(Dataset entries)

____

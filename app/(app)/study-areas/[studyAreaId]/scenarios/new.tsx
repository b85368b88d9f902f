import { NewScenarioScreen } from '@/features/scenarios/NewScenarioScreen';

export default NewScenarioScreen;
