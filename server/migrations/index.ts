// The ordered list of migrations. Add new files here; never edit one that has shipped.
import * as accounts from './0001-accounts';
import * as studyAreas from './0002-study-areas';
import * as scenarios from './0003-scenarios';
import * as runs from './0004-runs';
import * as audit from './0005-audit';

export const migrations = [
  { name: '0001-accounts', ...accounts },
  { name: '0002-study-areas', ...studyAreas },
  { name: '0003-scenarios', ...scenarios },
  { name: '0004-runs', ...runs },
  { name: '0005-audit', ...audit },
];
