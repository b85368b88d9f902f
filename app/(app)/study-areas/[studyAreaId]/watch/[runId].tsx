import { PlaybackScreen } from '@/features/playback/PlaybackScreen';

export default PlaybackScreen;
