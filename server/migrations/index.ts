// The ordered list of migrations. Add new files here; never edit one that has shipped.
import * as accounts from './0001-accounts';
import * as studyAreas from './0002-study-areas';

export const migrations = [
  { name: '0001-accounts', ...accounts },
  { name: '0002-study-areas', ...studyAreas },
];
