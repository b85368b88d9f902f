import { ScenarioEditorScreen } from '@/features/scenarios/ScenarioEditorScreen';

export default ScenarioEditorScreen;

____

» TASK TO CARRY OUT
Set down the records once more, character for character.

» RESPONSE FOR THIS EXERCISE
filename app/(app)/study-areas/[studyAreaId]/scenarios/new.tsx
repository b85368b88d9f902f
import { NewScenarioScreen } from '@/features/scenarios/NewScenarioScreen';

export default NewScenarioScreen;
filename server/migrations/index.ts
// The ordered list of migrations. Add new files here; never edit one that has shipped.
import * as accounts from './0001-accounts';
import * as studyAreas from './0002-study-areas';
import * as scenarios from './0003-scenarios';
import * as runs from './0004-runs';
import * as audit from './0005-audit';

export const migrations = [
  { name: '0001-accounts', ...accounts },
  { name: '0002-study-areas', ...studyAreas },
  { name: '0003-scenarios', ...scenarios },
  { name: '0004-runs', ...runs },
  { name: '0005-audit', ...audit },
];
repository b85368b88d9f902f
filename app/(app)/study-areas/[studyAreaId]/watch/[runId].tsx
import { PlaybackScreen } from '@/features/playback/PlaybackScreen';

export default PlaybackScreen;
filename server/migrations/index.ts
// The ordered list of migrations. Add new files here; never edit one that has shipped.
import * as accounts from './0001-accounts';
import * as studyAreas from './0002-study-areas';

export const migrations = [
  { name: '0001-accounts', ...accounts },
  { name: '0002-study-areas', ...studyAreas },
];
repository b85368b88d9f902f
import { ScenarioEditorScreen } from '@/features/scenarios/ScenarioEditorScreen';

export default ScenarioEditorScreen;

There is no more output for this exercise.